■ Problem details
The response must contain every line below in which "kerf" appears.

Collected data
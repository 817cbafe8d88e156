import * as z from 'zod/mini';
import type { Problem } from '../contracts/errors';
import type { CompanySettings } from '../contracts/settings';
import { BOUNDS } from './document-bounds';
import { CODE_EDITIONS, RACEWAY_TYPES, TRADE_SIZES } from './run-document';
import { asNumber, asObject } from './schema/loose';
import { dimension, positive, whole, zeroOrMore } from './schema/primitives';
import { pointerOf } from './schema/problem-text';
import { readPlainData } from './schema/read-plain-data';
import { schemaProblems } from './schema/schema-problems';

const force = positive(BOUNDS.force);
const friction = zeroOrMore(BOUNDS.friction);

const settingsShape = z.strictObject({
  code: z.enum(CODE_EDITIONS),
  strictReading: z.enum(['never', 'mention', 'warn']),
  maxDegrees: z.nullable(positive(BOUNDS.maxDegrees)),
  benders: z
    .array(
      z.strictObject({
        type: z.enum(RACEWAY_TYPES),
        tradeSize: z.enum(TRADE_SIZES),
        radius: dimension,
      }),
    )
    .check(z.maxLength(RACEWAY_TYPES.length * TRADE_SIZES.length)),
  pull: z.strictObject({
    friction: z.strictObject({ low: friction, likely: friction, high: friction }),
    ropeFriction: friction,
    crew: z.strictObject({ feeding: whole(0, BOUNDS.people), pulling: whole(0, BOUNDS.people) }),
    feedTension: z.nullable(zeroOrMore(BOUNDS.force)),
    attachment: z.nullable(z.enum(['eye', 'basket-grip', 'tied-head'])),
    limits: z.strictObject({
      handOne: force,
      handTwo: force,
      puller: z.nullable(force),
      rope: z.nullable(force),
      sidewall: z.strictObject({ caution: force, stop: force }),
    }),
  }),
});

export type ParsedSettings =
  { ok: true; settings: CompanySettings } | { ok: false; problems: Problem[] };

/** Reads anything as the settings of a company: a fresh copy, or every problem with its JSON pointer. */
export function parseCompanySettings(input: unknown): ParsedSettings {
  const plain = readPlainData(input);
  const shape = settingsShape.safeParse(plain.value);
  const problems = [
    ...plain.problems,
    ...schemaProblems(shape.error?.issues ?? [], plain.value, []),
    ...inOrder(plain.value),
  ];
  if (problems.length > 0 || !shape.success) return { ok: false, problems };
  return { ok: true, settings: shape.data };
}

/** Pairs of which the second is never below the first. */
const ORDERED = [
  ['friction', 'low', 'likely'],
  ['friction', 'likely', 'high'],
  ['limits', 'handOne', 'handTwo'],
] as const;

function inOrder(value: unknown): Problem[] {
  const pull = asObject(asObject(value).pull);
  return ORDERED.flatMap(([group, least, most]) => {
    const fields = asObject(pull[group]);
    const [low, high] = [asNumber(fields[least]), asNumber(fields[most])];
    if (low === null || high === null || high >= low) return [];
    const pointer = pointerOf(['pull', group, most]);
    return [{ pointer, code: 'not-in-order', found: high, allowed: { atLeast: low } }];
  });
}
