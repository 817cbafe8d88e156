import { randomUUID } from 'node:crypto';
import type { NextFunction, Request, Response } from 'express';

const ids = new WeakMap<Request, string>();

export function requestIdOf(request: Request): string {
  return ids.get(request) ?? 'unknown';
}

/** Names each request, on every response and in the log; says which build answered. */
export function requestId(buildId: string) {
  return (request: Request, response: Response, next: NextFunction): void => {
    const id = randomUUID();
    ids.set(request, id);
    response.setHeader('X-Request-Id', id);
    response.setHeader('X-Fairlead-Build', buildId);
    next();
  };
}
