import { bareConductor } from '../tables/bare-conductors';
import { compactBareDiameter, compactConductor } from '../tables/compact-conductors';
import { insulatedConductor } from '../tables/insulated-conductors';
import type { ConductorGroup, Insulation, Stranding, WireSize } from './run-document';
import { WIRE_SIZES } from './run-document';

export interface ConductorDimensions {
  /** Outside diameter, in. */
  diameter: number;
  /** in². */
  area: number;
}

const circle = (diameter: number): number => (Math.PI / 4) * diameter * diameter;

/** Wires are looked up on every edit of a run; the tables never change. */
const known = new Map<string, ConductorDimensions | null>();

/**
 * Outside diameter (in) and fill area (in²) of one conductor of a group; null where the tables have no row.
 * Insulated: Table 5, or 5A for compact stranding where it has the size. Bare: Table 8 (Chapter 9 Note 8). A
 * multiconductor cable counts as one conductor of its own diameter (Note 5, and Note 9 from memory).
 *
 * @example conductorDimensions({ size: '12', insulation: 'THHN', material: 'Cu', stranding: 'stranded' }) // 0.13, 0.0133
 */
export function conductorDimensions(
  group:
    | Pick<Extract<ConductorGroup, { size: WireSize }>, 'size' | 'insulation' | 'stranding'>
    | Pick<Extract<ConductorGroup, { cable: object }>, 'cable'>,
): ConductorDimensions | null {
  if ('cable' in group) return { diameter: group.cable.od, area: circle(group.cable.od) };
  const { size, insulation, stranding } = group;
  const key = `${insulation} ${size} ${stranding}`;
  const found = known.get(key);
  if (found !== undefined) return found;
  const made = fromTables(insulation, size, stranding);
  known.set(key, made);
  return made;
}

function fromTables(
  insulation: Insulation,
  size: WireSize,
  stranding: Stranding,
): ConductorDimensions | null {
  if (insulation !== 'bare') {
    const compact = stranding === 'compact' ? compactConductor(insulation, size) : null;
    return compact ?? insulatedConductor(insulation, size);
  }
  const compact = stranding === 'compact' ? compactBareDiameter(size) : null;
  if (compact !== null) return { diameter: compact, area: circle(compact) };
  const { diameter, area } = bareConductor(size, stranding === 'solid');
  return { diameter, area };
}

/** True where compact stranding was asked for and Table 5A has no row, so that Table 5's larger figure stands in. */
export function isCompactAssumed(insulation: Insulation, size: WireSize): boolean {
  return insulation === 'bare'
    ? compactBareDiameter(size) === null
    : compactConductor(insulation, size) === null;
}

/** The sizes an insulation is made in, by Table 5 (bare: Table 8). */
export function wireSizesOf(insulation: Insulation): WireSize[] {
  return WIRE_SIZES.filter((size) => fromTables(insulation, size, 'stranded') !== null);
}
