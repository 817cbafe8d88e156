import { describe, expect, it } from 'vitest';
import { DEFAULT_SETTINGS } from '../contracts/settings';
import { parseCompanySettings } from './parse-company-settings';

const { pull } = DEFAULT_SETTINGS;
const withPull = (change: object) => ({ ...DEFAULT_SETTINGS, pull: { ...pull, ...change } });
const pointers = (input: unknown) => {
  const parsed = parseCompanySettings(input);
  return parsed.ok ? [] : parsed.problems.map(({ pointer, code }) => `${pointer} ${code}`);
};

describe('the settings of a company', () => {
  it('reads its own defaults, as a copy', () => {
    const parsed = parseCompanySettings(DEFAULT_SETTINGS);
    expect(parsed).toEqual({ ok: true, settings: DEFAULT_SETTINGS });
    expect(parsed.ok && parsed.settings).not.toBe(DEFAULT_SETTINGS);
  });

  it.each([
    [null, [' wrong-type']],
    [{ ...DEFAULT_SETTINGS, code: 'NEC-1999' }, ['/code not-one-of']],
    [{ ...DEFAULT_SETTINGS, extra: 1 }, ['/extra unknown-key']],
    [{ ...DEFAULT_SETTINGS, maxDegrees: -1 }, ['/maxDegrees too-small']],
    [
      withPull({ friction: { ...pull.friction, low: 0.9 } }),
      ['/pull/friction/likely not-in-order'],
    ],
    [withPull({ limits: { ...pull.limits, handTwo: 10 } }), ['/pull/limits/handTwo not-in-order']],
    [withPull({ crew: { feeding: 1.5, pulling: 1 } }), ['/pull/crew/feeding not-whole']],
  ])('refuses %#, and says where', (input, wanted) => {
    expect(pointers(input)).toEqual(wanted);
  });
});
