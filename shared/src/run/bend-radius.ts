import type { CompanySettings } from '../contracts/settings';
import { bendRadiusFor } from '../tables/bend-radius';
import type { Made, PathElement, Raceway } from './run-document';

export interface RadiusInForce {
  /** Centre-line radius, in; null where nothing gives one. */
  radius: number | null;
  from: 'element' | 'raceway' | 'settings' | 'table' | 'nothing';
}

/**
 * The radius a bend is made at: the element's, else the raceway's, else the company's bender for that size (not for a
 * factory elbow, which no bender makes), else the table's.
 */
export function radiusInForce(
  bend: { radius?: number; made?: Made },
  raceway: Raceway,
  settings: CompanySettings,
): RadiusInForce {
  if (bend.radius !== undefined) return { radius: bend.radius, from: 'element' };
  if (typeof raceway.bendRadius === 'number')
    return { radius: raceway.bendRadius, from: 'raceway' };
  const bender = bend.made === 'factory' ? undefined : benderFor(raceway, settings);
  if (bender) return { radius: bender.radius, from: 'settings' };
  const radius = bendRadiusFor(raceway.type, raceway.tradeSize);
  return { radius, from: radius === null ? 'nothing' : 'table' };
}

function benderFor(raceway: Raceway, settings: CompanySettings) {
  return settings.benders.find(
    ({ type, tradeSize }) => type === raceway.type && tradeSize === raceway.tradeSize,
  );
}

/** The radius fields of an element that has them. */
export function bendFields(element: PathElement): { radius?: number; made?: Made } {
  switch (element.kind) {
    case 'bend':
    case 'offset':
      return { radius: element.radius, made: element.made };
    case 'saddle-3':
    case 'saddle-4':
      return { radius: element.radius };
    default:
      return {};
  }
}
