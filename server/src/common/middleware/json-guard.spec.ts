import { LIMITS } from '@fairlead/shared';
import { faultOf } from './json-guard';

/** An object inside an object, `levels` times. */
const nested = (levels: number): unknown => {
  let value: unknown = 1;
  for (let level = 0; level < levels; level += 1) value = { inner: value };
  return value;
};

it('lets a document at the limit through, with the wrapper around it', () => {
  expect(faultOf(nested(LIMITS.depth + 1))).toBeUndefined();
  expect(faultOf(nested(LIMITS.depth + 2))?.code).toBe('too-deep');
});

it('does not recurse', () => {
  expect(faultOf(nested(200_000))?.code).toBe('too-deep');
});

it.each(['__proto__', 'constructor', 'prototype'])('refuses a key %s anywhere', (key) => {
  const own = JSON.parse(`{"a":[{"b":{"${key}":1}}]}`) as unknown;
  expect(faultOf(own)?.code).toBe('bad-request');
});

it.each([undefined, null, 1, 'text', true, [], {}])('finds nothing wrong with %j', (body) => {
  expect(faultOf(body)).toBeUndefined();
});
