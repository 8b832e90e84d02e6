import type { CutCall } from '../../pipeline/cut-pieces.js';
import { EXIT } from '../exit.js';
import type { CliCommand } from './command.js';

export const stock: CliCommand = {
  usage: 'stock <pieces>',
  summary: 'Cut a table of pieces (.csv) from bars at the least price, with a proven bound.',
  examples: [
    'strutwright stock pieces.csv --bar 2000                         as few bars of 2 m as can be',
    'strutwright stock pieces.csv --bar 1000:2.35 --bar 2000:4.20:3  two lengths with prices, three of the long ones',
    'strutwright stock pieces.csv --bar 2400 --rack 640 --rack 310 -o saw-plan.pdf',
    'strutwright stock pack/struts/cut-list.csv --job my-table/job.json',
  ],
  define: (command) =>
    command
      .option(
        '--bar <length:price:available>',
        'a bar that can be bought, mm; price 1 and any number unless given',
        collect,
      )
      .option('--rack <length>', 'an offcut in the rack, mm, used first', collect)
      .option('--kerf <mm>', 'width of the cut (default: the job’s, or 3)')
      .option('--trim <mm>', 'trimmed off one end of a new bar, blade included (default: the job’s, or 5)')
      .option('--job <job>', 'take the saw, the bars and the rack from a job')
      .option('-o, --out <pdf>', 'the saw plan as a PDF; a plan that stands there is replaced')
      .option('--json', 'print the plan as JSON on stdout'),
  async run({ arguments: [file], options, terminal }) {
    const { call, wrong } = readCall(file!, options);
    if (wrong.length > 0) {
      for (const line of wrong) terminal.talk(`strutwright: ${line}\n`);
      return EXIT.refused;
    }
    const [{ cutPieces }, { sayFinding }, { sayCutting }] = await Promise.all([
      import('../../pipeline/cut-pieces.js'),
      import('../../model/findings/index.js'),
      import('../terminal/say-cutting.js'),
    ]);
    const outcome = await cutPieces(call);
    if ('faults' in outcome) {
      for (const fault of outcome.faults) terminal.talk(`${fault}\n`);
      return EXIT.refused;
    }
    const { job, plan, findings, json } = outcome;
    terminal.result(options['json'] ? json : sayCutting(plan, job.stock.currency));
    for (const f of findings) terminal.talk(`${sayFinding(f)}\n`);
    if (call.out) terminal.talk(`Wrote ${call.out}.\n`);
    return findings.length > 0 ? EXIT.flagged : EXIT.clear;
  },
};

const collect = (value: string, before: readonly string[] = []): string[] => [...before, value];

const NUMBER = /^(\d+\.?\d*|\.\d+)$/;

function readCall(
  file: string,
  options: Readonly<Record<string, unknown>>,
): { readonly call: CutCall; readonly wrong: readonly string[] } {
  const wrong: string[] = [];
  const number = (flag: string, text: string, least: number, mend: string): number => {
    const value = NUMBER.test(text.trim()) ? Number(text) : Number.NaN;
    if (!(value >= least && Number.isFinite(value))) wrong.push(`${flag} is "${text}": ${mend}`);
    return value;
  };
  const bars = ((options['bar'] ?? []) as string[]).map((text) => {
    const [length, price, available, ...more] = text.split(':');
    const mend = 'give a length in mm, and perhaps :price and :available, as in 2000:4.20:3';
    if (more.length > 0) wrong.push(`--bar is "${text}": ${mend}`);
    const count = available === undefined ? undefined : number('--bar', available, 0, mend);
    if (count !== undefined && !Number.isInteger(count)) wrong.push(`--bar is "${text}": ${mend}`);
    return {
      length: number('--bar', length!, 1e-3, mend),
      ...(price === undefined ? {} : { price: number('--bar', price, 0, mend) }),
      ...(count === undefined ? {} : { available: count }),
    };
  });
  const optional = (key: string): number | null =>
    options[key] === undefined ? null : number(`--${key}`, String(options[key]), 0, 'give a length in mm, 0 or more');
  const out = options['out'] === undefined ? null : String(options['out']);
  if (out !== null && !/\.pdf$/i.test(out)) wrong.push(`--out is "${out}": give a name that ends in .pdf`);
  return {
    call: {
      file,
      job: options['job'] === undefined ? null : String(options['job']),
      bars,
      rack: ((options['rack'] ?? []) as string[]).map((text) =>
        number('--rack', text, 1e-3, 'give a length in mm above 0'),
      ),
      kerf: optional('kerf'),
      trim: optional('trim'),
      out,
    },
    wrong,
  };
}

■ Completed task
      .option('--kerf <mm>', 'width of the cut (default: the job’s, or 3)')
      kerf: optional('kerf'),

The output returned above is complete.